A survey conducted for FIRE, the Foundation for Individual Rights in Education, would appear, on its face, to be pretty good news.

new survey from the Foundation for Individual Rights in Education finds that a vast majority of college students support fundamental due process protections in campus disciplinary hearings in order to ensure they are fair.

By “vast majority,” it might appear they mean “vast majority.”

Ninety-eight percent of students said they believe the right to due process in college was “very important” or “important.”

Well, that certainly seems to be a vast majority, right? Or maybe not.

For every protection except one — the right of the accused to make copies of evidence in a sexual misconduct case — a majority of students supported the protections. Despite that majority, the sexual misconduct scenario yielded lower student support in almost all categories. When considering a sexual misconduct case:

  • 80 percent support the presumption of innocence, compared to an average of 85 percent of respondents across all three scenarios.
  • 48 percent support the right to make copies of evidence, compared to 60 percent over all.
  • 68 percent support cross-examination, compared to 75 percent over all.
  • 72 percent support a unanimous decision required for expulsion, compared to 78 percent over all.
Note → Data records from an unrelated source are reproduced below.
class Sheets(CommandTest):
    SAID = {}   # what `explain` says, by result and point

    def run_demo(self, units, extra="", sheet="nrcs"):
        """Runs the demo into a folder called as the units are."""
        if not (self.folder / "town").exists():
            demo_town(self.folder / "town")
        text = (self.folder / "town/study.toml").read_text().replace('report_units = "si"', f'report_units = "{units}"')
        text = text.replace('sheet = "nrcs"', f'sheet = "{sheet}"').replace("[rain]", "[rain]\n" + extra)
        (self.folder / "town/rain.csv").write_text(RAIN)
        (self.folder / "town/own.toml").write_text(text)
        self.repeated("run", "town/own.toml", "--out", units)
        return [row["name"] for row in table(self.folder / units / "tables/outlets.csv")]

    def sheet(self, point, out="us"):
        """What `explain` says; asked once of the same result."""
        key = hashlib.sha256((self.folder / out / "result.json").read_bytes()).digest(), point
        if key not in self.SAID:
            self.SAID[key] = self.done("explain", out, point)
        return self.SAID[key]

    def check_every_line(self, text, where):
        lines = calculations(text)
        for label, expression, result, unit in lines:
            got = value(expression)
            self.assertLess(abs(got - float(result)), TOLERANCE * abs(float(result)) + 5.1e-5 * (label == "sum"),
                            f"{where}: {label} = {expression} = {result} {unit}, but it is {got}")
        # Nothing looks like a calculation and escapes the check.
        likely = [line for line in whole_lines(text) if re.match(r"^ {4}(T|T ponded|V|Q|u|x|i|sum|A|CA|CA \d+|C \w+ Cf|C uncut|end of the stretch|share of CA) = ", line)]
        self.assertEqual(len(likely), len(lines), where)
        self.assertLessEqual(max(map(len, text.splitlines())), 100, where)
        return lines

    def check_segments(self, text, us, kinematic_rain=None):
        """The numbers at the head of each segment give its time by the published formula."""
        by_heading = parts(whole_lines(text))
        rows = segments(by_heading["Governing path, segment by segment"])
        for item, lines in rows:
            length, regime = number_after("L", item), re.match(r"^\* \d+\. (\w+)", item)[1]
            if length == 0:
                continue
            if regime == "sheet":
                surface = number_after("n", item) / math.sqrt(number_after("S", item))
                expression, end = lines["u" if kinematic_rain is None else "x"]
                begin = float(expression.split(" + ")[0])
                self.assertAlmostEqual(begin + (surface if kinematic_rain is None else 1) * length, end, delta=1e-3 * end)
                u0, u1 = (begin, end) if us else (begin / FOOT, end / FOOT)
                minutes = (60 * 0.007 * (u1 ** 0.8 - u0 ** 0.8) / (0.062 / INCH) ** 0.5 if kinematic_rain is None else
                           0.933 * surface ** 0.6 * (u1 ** 0.6 - u0 ** 0.6) / (kinematic_rain if us else kinematic_rain / 25.4) ** 0.4)
            elif regime == "shallow":
                minutes = length / number_after("k", item) / math.sqrt(number_after("S", item)) / 60
            elif regime == "channel":
                factor = FOOT ** (-1 / 3) if us else 1
                minutes = length * number_after("n", item) / (factor * number_after("R", item) ** (2 / 3) * number_after("S", item) ** 0.5) / 60
            else:
                minutes = length / math.sqrt((9.80665 / FOOT if us else 9.80665) * number_after("depth", item)) / 60
            self.assertAlmostEqual(lines["T"][1] / minutes, 1, delta=TOLERANCE, msg=item)
        return rows

    def test_every_line_holds_for_every_point_in_both_units(self):
        for units in ("us", "si"):
            names = self.run_demo(units)
            self.assertEqual(len(names), 11)
            for name in names:
                text = self.sheet(name, units)
                self.assertGreater(len(self.check_every_line(text, (units, name))), 15)
                self.check_segments(text, units == "us")

    def test_rows_are_those_of_the_table_and_add_up_to_the_points_time(self):
        self.run_demo("us")
        for outlet in self.result("us")["outlets"]:
            rows = self.check_segments(self.sheet(outlet["name"]), True)
            stated = [r for r in table(self.folder / "us/tables/segments.csv")
                      if r["point"] == outlet["name"] and r["path"] == "governing"]
            self.assertEqual(len(rows), len(stated))
            self.assertAlmostEqual(rows[-1][1]["sum"][1], outlet["time_of_concentration_min"], delta=1e-4)
            for (_, lines), row in zip(rows, stated):
                self.assertAlmostEqual(lines["sum"][1], float(row["running_time_min"]), delta=6e-4)

    def test_kinematic_rounds_hold_with_a_table_of_rain(self):
        for units in ("si", "us"):
            names = self.run_demo(units, 'file = "rain.csv"\nreturn_periods = [2, 10]', "kinematic")
            storms = {(r["point"], r["return_period_years"]): r for r in table(self.folder / units / "tables/storms.csv")}
            rounds = 0
            for name in names:
                text = self.sheet(name, units)
                self.check_every_line(text, (units, name))
                unit = "in_per_h" if units == "us" else "mm_per_h"
                self.check_segments(text, units == "us", float(storms[name, "10"]["intensity_" + unit]))
                rain = "\n".join(parts(whole_lines(text))["Rain"])
                rounds += rain.count("* round ")
                for period in ("2", "10"):
                    self.assertIn(f"* {period}-year storm", rain)
            self.assertEqual(rounds, len(table(self.folder / units / "tables/iterations.csv")))

    def test_kinematic_rounds_hold_with_formulas_of_rain(self):
        formula = 'formula = "i[mm/h] = 900 T^0.2 / (t[min] + 10)^0.8"\nreturn_periods = [2, 25]'
        for name in self.run_demo("us", formula, "kinematic"):
            lines = self.check_every_line(self.sheet(name), name)
            self.assertGreater(sum(label == "i" for label, *_ in lines), 1, name)

    def test_other_methods_are_those_of_the_table(self):
        for name in self.run_demo("us", 'file = "rain.csv"'):
            text = self.sheet(name)
            self.check_every_line(text, name)
            stated = [r for r in table(self.folder / "us/tables/methods.csv") if r["point"] == name]
            times = {r["name"]: float(r["time_min"]) for r in stated if r["time_min"]}
            shown, method = {}, None
            for line in parts(whole_lines(text))["Other methods beside it"]:
                if line.startswith("* "):
                    method = line[2:].split(", not applicable")[0]
                match = CALCULATION.match(line)
                if match and match[4] == "min":
                    shown[method] = float(match[3])
            self.assertEqual(shown.keys(), times.keys())
            for method, minutes in shown.items():
                self.assertAlmostEqual(minutes / times[method], 1, delta=2e-4 + 5e-4 / times[method], msg=method)

    def test_open_water_and_ponded_ground_have_lines_that_hold(self):
        self.run_with_pond()
        text = "".join(self.sheet(row["name"], "result") for row in table(self.folder / "result/tables/outlets.csv"))
        self.check_every_line(text, "pond")
        self.assertIn("water over Pond", text)
        self.assertIn("T ponded", text)

    def test_the_sheet_says_sources_cautions_and_what_was_noticed(self):
        self.run_demo("si")
        text = " ".join(self.sheet("Weir", "si").split())
        for part in ("TR-55, 2nd ed., 1986, equation 3-3", "read in its source", "value from memory", "licensed engineer",
                     "median", "Kirpich, Time of concentration", "edge of the data"):
            self.assertIn(part, text)

    def test_the_file_of_a_point_holds_the_same_calculations(self):
        names = self.run_demo("us")
        files = sorted((self.folder / "us/tables/sheets").iterdir())
        self.assertEqual(len(files), len(names))
        for number, name in enumerate(names, 1):
            own = [file for file in files if file.name.startswith(f"{number}-")]
            self.assertEqual(len(own), 1)
            text = own[0].read_text(encoding="utf-8")
            blocks = "\n".join(re.findall(r"(?ms)^  ```text\n(.*?)^  ```$", text))
            self.assertEqual(calculations(re.sub(r"(?m)^  ", "", blocks)), calculations(self.sheet(name)))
Samantha Harris tries to offer an explanation for this seemingly inexplicable differential.

“We all tend to support rights more or understand the need for critical rights more when we can put ourselves in a situation where we might need those rights,” Harris said. “Generally speaking, it might be easier to put oneself in the situation of being accused of breaking a rule, something general like that, than of a specific and heinous type of misconduct.”

It has always been a rule of life that people only care about such things when it touches their lives, and as Sam says, most people don’t see themselves as being the accused in a rape complaint. While this may be true, this is an unsatisfying explanation. We’re not talking about tithing their future earnings to Due Process For Rapists, but about a concept, due process. It costs nothing to support the concept, as reflected in the broad support for everything but sexual misconduct.

Hence, I offer two alternative explanations, neither of which speak well to the sensibilities of the little darlings. First, there’s the indoctrination problem. Everything is rape. Every woman is raped. All the time. By everyone (except you, natch). Every raped woman’s life is destroyed, as they huddle in corners sobbing because of their PTSD. And most importantly, anyone who doesn’t grasp this “truth” is a rapist who should be castrated before being burned at the stake. Plus, you’ll never get another date.

Hyberbolic, for sure, but that’s the point of the indoctrination. Keep pounding away and the problem becomes so overarching, so overwhelming, that there can be no room for fundamental fairness. What person could possibly concern themselves with fairness as an epidemic of rape overtakes every woman on campus?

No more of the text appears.